→ **What you have to do**:
Please find all lines in the data that hold the string "from" and copy them.

→ **Records for processing**:

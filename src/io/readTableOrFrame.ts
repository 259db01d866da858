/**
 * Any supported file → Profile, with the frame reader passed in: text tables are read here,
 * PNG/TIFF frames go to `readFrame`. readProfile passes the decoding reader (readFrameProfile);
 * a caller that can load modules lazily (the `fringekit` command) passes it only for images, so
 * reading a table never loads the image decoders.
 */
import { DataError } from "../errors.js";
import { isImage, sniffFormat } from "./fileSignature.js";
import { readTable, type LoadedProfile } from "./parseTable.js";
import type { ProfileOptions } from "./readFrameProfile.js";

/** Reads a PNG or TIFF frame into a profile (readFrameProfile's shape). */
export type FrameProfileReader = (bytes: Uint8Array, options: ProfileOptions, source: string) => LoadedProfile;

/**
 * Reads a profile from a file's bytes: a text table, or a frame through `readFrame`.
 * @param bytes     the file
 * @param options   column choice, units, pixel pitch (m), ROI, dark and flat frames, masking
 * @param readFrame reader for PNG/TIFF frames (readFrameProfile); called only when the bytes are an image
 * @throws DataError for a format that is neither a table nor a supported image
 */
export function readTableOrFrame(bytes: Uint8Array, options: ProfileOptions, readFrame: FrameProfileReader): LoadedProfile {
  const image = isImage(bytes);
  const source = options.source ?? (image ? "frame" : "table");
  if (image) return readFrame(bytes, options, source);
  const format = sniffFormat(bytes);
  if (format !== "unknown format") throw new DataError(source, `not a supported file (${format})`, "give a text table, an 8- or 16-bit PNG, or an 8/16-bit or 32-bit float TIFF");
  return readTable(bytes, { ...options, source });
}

→ **Output for this exercise**:
import { DataError } from "../errors.js";
import { isImage, sniffFormat } from "./fileSignature.js";
import { readTable, type LoadedProfile } from "./parseTable.js";
import type { ProfileOptions } from "./readFrameProfile.js";
 * Reads a profile from a file's bytes: a text table, or a frame through `readFrame`.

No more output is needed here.